**Assignment:**
Give back each line of the data exactly.
Content starts
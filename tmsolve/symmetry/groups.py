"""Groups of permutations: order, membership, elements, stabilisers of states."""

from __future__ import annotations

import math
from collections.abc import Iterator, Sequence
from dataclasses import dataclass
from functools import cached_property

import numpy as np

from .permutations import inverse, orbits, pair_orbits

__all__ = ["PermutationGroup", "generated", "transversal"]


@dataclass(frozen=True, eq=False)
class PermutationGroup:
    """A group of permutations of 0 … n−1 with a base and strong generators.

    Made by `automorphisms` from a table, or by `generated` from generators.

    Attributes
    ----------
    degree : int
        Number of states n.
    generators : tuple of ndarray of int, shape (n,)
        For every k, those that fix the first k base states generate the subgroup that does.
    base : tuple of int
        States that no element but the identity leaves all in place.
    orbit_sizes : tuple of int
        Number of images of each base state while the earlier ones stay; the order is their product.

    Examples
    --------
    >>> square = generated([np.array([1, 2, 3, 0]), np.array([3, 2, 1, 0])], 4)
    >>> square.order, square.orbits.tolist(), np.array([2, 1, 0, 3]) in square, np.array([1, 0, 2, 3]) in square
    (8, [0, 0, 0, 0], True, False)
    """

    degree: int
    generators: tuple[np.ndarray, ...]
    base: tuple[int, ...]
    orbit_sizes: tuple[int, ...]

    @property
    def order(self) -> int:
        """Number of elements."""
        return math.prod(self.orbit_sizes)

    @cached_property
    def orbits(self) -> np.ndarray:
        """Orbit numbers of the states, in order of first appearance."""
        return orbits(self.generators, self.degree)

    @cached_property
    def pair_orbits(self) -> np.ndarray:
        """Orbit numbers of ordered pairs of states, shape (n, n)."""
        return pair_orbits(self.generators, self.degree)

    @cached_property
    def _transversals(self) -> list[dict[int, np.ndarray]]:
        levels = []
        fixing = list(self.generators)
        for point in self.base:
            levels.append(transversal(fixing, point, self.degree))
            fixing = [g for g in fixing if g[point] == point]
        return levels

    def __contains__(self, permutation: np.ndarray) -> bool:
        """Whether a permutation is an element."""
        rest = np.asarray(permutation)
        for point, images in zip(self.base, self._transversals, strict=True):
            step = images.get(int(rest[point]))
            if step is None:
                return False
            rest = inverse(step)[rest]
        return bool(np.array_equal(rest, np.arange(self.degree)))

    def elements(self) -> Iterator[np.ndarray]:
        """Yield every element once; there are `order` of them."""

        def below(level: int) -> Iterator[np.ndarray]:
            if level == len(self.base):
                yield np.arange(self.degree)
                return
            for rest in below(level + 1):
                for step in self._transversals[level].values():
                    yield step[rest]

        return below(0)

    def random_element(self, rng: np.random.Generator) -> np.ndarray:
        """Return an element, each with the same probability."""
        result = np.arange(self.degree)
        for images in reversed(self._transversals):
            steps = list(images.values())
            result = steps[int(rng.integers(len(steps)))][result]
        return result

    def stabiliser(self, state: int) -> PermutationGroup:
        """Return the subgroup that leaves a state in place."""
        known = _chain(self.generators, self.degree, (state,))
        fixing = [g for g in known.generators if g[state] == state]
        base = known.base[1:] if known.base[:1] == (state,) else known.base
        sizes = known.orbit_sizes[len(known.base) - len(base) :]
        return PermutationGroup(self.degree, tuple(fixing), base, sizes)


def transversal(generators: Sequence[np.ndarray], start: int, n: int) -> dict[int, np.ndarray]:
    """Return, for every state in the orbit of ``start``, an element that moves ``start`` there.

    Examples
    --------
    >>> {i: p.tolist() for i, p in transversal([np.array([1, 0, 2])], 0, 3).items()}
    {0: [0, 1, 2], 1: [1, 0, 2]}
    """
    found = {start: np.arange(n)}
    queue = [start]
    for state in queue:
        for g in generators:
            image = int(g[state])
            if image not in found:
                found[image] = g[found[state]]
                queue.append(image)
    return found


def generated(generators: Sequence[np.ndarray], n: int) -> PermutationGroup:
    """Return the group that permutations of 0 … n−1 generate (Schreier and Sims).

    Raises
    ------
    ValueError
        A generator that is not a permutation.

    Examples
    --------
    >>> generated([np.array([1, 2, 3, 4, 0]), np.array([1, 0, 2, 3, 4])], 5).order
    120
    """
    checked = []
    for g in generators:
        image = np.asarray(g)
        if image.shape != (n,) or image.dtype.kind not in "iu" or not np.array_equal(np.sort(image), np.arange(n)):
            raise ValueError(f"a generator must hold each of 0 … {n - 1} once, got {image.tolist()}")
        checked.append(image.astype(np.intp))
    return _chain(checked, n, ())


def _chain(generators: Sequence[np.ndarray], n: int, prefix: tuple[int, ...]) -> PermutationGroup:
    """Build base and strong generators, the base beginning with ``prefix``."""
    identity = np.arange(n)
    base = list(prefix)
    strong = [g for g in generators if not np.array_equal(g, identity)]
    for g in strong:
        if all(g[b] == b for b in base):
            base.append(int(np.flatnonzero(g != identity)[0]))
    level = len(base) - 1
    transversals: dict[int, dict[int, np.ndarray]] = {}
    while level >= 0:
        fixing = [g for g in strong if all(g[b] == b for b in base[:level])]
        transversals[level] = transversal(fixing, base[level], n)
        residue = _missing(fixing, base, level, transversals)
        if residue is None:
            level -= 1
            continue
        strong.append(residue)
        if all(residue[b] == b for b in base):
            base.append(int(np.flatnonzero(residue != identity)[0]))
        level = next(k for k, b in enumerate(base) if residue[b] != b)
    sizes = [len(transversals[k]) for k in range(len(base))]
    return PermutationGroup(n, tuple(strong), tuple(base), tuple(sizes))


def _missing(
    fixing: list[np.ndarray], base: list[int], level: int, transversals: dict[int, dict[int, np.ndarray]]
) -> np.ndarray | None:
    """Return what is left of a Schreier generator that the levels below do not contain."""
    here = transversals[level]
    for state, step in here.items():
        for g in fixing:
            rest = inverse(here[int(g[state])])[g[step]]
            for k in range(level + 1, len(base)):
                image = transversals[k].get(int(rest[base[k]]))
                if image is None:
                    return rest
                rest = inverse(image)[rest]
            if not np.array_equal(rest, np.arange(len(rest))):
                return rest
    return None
Content ends
**Solution for this task:**
filename tmsolve/symmetry/groups.py
"""Groups of permutations: order, membership, elements, stabilisers of states."""

from __future__ import annotations

import math
from collections.abc import Iterator, Sequence
from dataclasses import dataclass
from functools import cached_property

import numpy as np

from .permutations import inverse, orbits, pair_orbits

__all__ = ["PermutationGroup", "generated", "transversal"]


@dataclass(frozen=True, eq=False)
class PermutationGroup:
    """A group of permutations of 0 … n−1 with a base and strong generators.

    Made by `automorphisms` from a table, or by `generated` from generators.

    Attributes
    ----------
    degree : int
        Number of states n.
    generators : tuple of ndarray of int, shape (n,)
        For every k, those that fix the first k base states generate the subgroup that does.
    base : tuple of int
        States that no element but the identity leaves all in place.
    orbit_sizes : tuple of int
        Number of images of each base state while the earlier ones stay; the order is their product.

    Examples
    --------
    >>> square = generated([np.array([1, 2, 3, 0]), np.array([3, 2, 1, 0])], 4)
    >>> square.order, square.orbits.tolist(), np.array([2, 1, 0, 3]) in square, np.array([1, 0, 2, 3]) in square
    (8, [0, 0, 0, 0], True, False)
    """

    degree: int
    generators: tuple[np.ndarray, ...]
    base: tuple[int, ...]
    orbit_sizes: tuple[int, ...]

    @property
    def order(self) -> int:
        """Number of elements."""
        return math.prod(self.orbit_sizes)

    @cached_property
    def orbits(self) -> np.ndarray:
        """Orbit numbers of the states, in order of first appearance."""
        return orbits(self.generators, self.degree)

    @cached_property
    def pair_orbits(self) -> np.ndarray:
        """Orbit numbers of ordered pairs of states, shape (n, n)."""
        return pair_orbits(self.generators, self.degree)

    @cached_property
    def _transversals(self) -> list[dict[int, np.ndarray]]:
        levels = []
        fixing = list(self.generators)
        for point in self.base:
            levels.append(transversal(fixing, point, self.degree))
            fixing = [g for g in fixing if g[point] == point]
        return levels

    def __contains__(self, permutation: np.ndarray) -> bool:
        """Whether a permutation is an element."""
        rest = np.asarray(permutation)
        for point, images in zip(self.base, self._transversals, strict=True):
            step = images.get(int(rest[point]))
            if step is None:
                return False
            rest = inverse(step)[rest]
        return bool(np.array_equal(rest, np.arange(self.degree)))

    def elements(self) -> Iterator[np.ndarray]:
        """Yield every element once; there are `order` of them."""

        def below(level: int) -> Iterator[np.ndarray]:
            if level == len(self.base):
                yield np.arange(self.degree)
                return
            for rest in below(level + 1):
                for step in self._transversals[level].values():
                    yield step[rest]

        return below(0)

    def random_element(self, rng: np.random.Generator) -> np.ndarray:
        """Return an element, each with the same probability."""
        result = np.arange(self.degree)
        for images in reversed(self._transversals):
            steps = list(images.values())
            result = steps[int(rng.integers(len(steps)))][result]
        return result

    def stabiliser(self, state: int) -> PermutationGroup:
        """Return the subgroup that leaves a state in place."""
        known = _chain(self.generators, self.degree, (state,))
        fixing = [g for g in known.generators if g[state] == state]
        base = known.base[1:] if known.base[:1] == (state,) else known.base
        sizes = known.orbit_sizes[len(known.base) - len(base) :]
        return PermutationGroup(self.degree, tuple(fixing), base, sizes)


def transversal(generators: Sequence[np.ndarray], start: int, n: int) -> dict[int, np.ndarray]:
    """Return, for every state in the orbit of ``start``, an element that moves ``start`` there.

    Examples
    --------
    >>> {i: p.tolist() for i, p in transversal([np.array([1, 0, 2])], 0, 3).items()}
    {0: [0, 1, 2], 1: [1, 0, 2]}
    """
    found = {start: np.arange(n)}
    queue = [start]
    for state in queue:
        for g in generators:
            image = int(g[state])
            if image not in found:
                found[image] = g[found[state]]
                queue.append(image)
    return found


def generated(generators: Sequence[np.ndarray], n: int) -> PermutationGroup:
    """Return the group that permutations of 0 … n−1 generate (Schreier and Sims).

    Raises
    ------
    ValueError
        A generator that is not a permutation.

    Examples
    --------
    >>> generated([np.array([1, 2, 3, 4, 0]), np.array([1, 0, 2, 3, 4])], 5).order
    120
    """
    checked = []
    for g in generators:
        image = np.asarray(g)
        if image.shape != (n,) or image.dtype.kind not in "iu" or not np.array_equal(np.sort(image), np.arange(n)):
            raise ValueError(f"a generator must hold each of 0 … {n - 1} once, got {image.tolist()}")
        checked.append(image.astype(np.intp))
    return _chain(checked, n, ())


def _chain(generators: Sequence[np.ndarray], n: int, prefix: tuple[int, ...]) -> PermutationGroup:
    """Build base and strong generators, the base beginning with ``prefix``."""
    identity = np.arange(n)
    base = list(prefix)
    strong = [g for g in generators if not np.array_equal(g, identity)]
    for g in strong:
        if all(g[b] == b for b in base):
            base.append(int(np.flatnonzero(g != identity)[0]))
    level = len(base) - 1
    transversals: dict[int, dict[int, np.ndarray]] = {}
    while level >= 0:
        fixing = [g for g in strong if all(g[b] == b for b in base[:level])]
        transversals[level] = transversal(fixing, base[level], n)
        residue = _missing(fixing, base, level, transversals)
        if residue is None:
            level -= 1
            continue
        strong.append(residue)
        if all(residue[b] == b for b in base):
            base.append(int(np.flatnonzero(residue != identity)[0]))
        level = next(k for k, b in enumerate(base) if residue[b] != b)
    sizes = [len(transversals[k]) for k in range(len(base))]
    return PermutationGroup(n, tuple(strong), tuple(base), tuple(sizes))


def _missing(
    fixing: list[np.ndarray], base: list[int], level: int, transversals: dict[int, dict[int, np.ndarray]]
) -> np.ndarray | None:
    """Return what is left of a Schreier generator that the levels below do not contain."""
    here = transversals[level]
    for state, step in here.items():
        for g in fixing:
            rest = inverse(here[int(g[state])])[g[step]]
            for k in range(level + 1, len(base)):
                image = transversals[k].get(int(rest[base[k]]))
                if image is None:
                    return rest
                rest = inverse(image)[rest]
            if not np.array_equal(rest, np.arange(len(rest))):
                return rest
    return None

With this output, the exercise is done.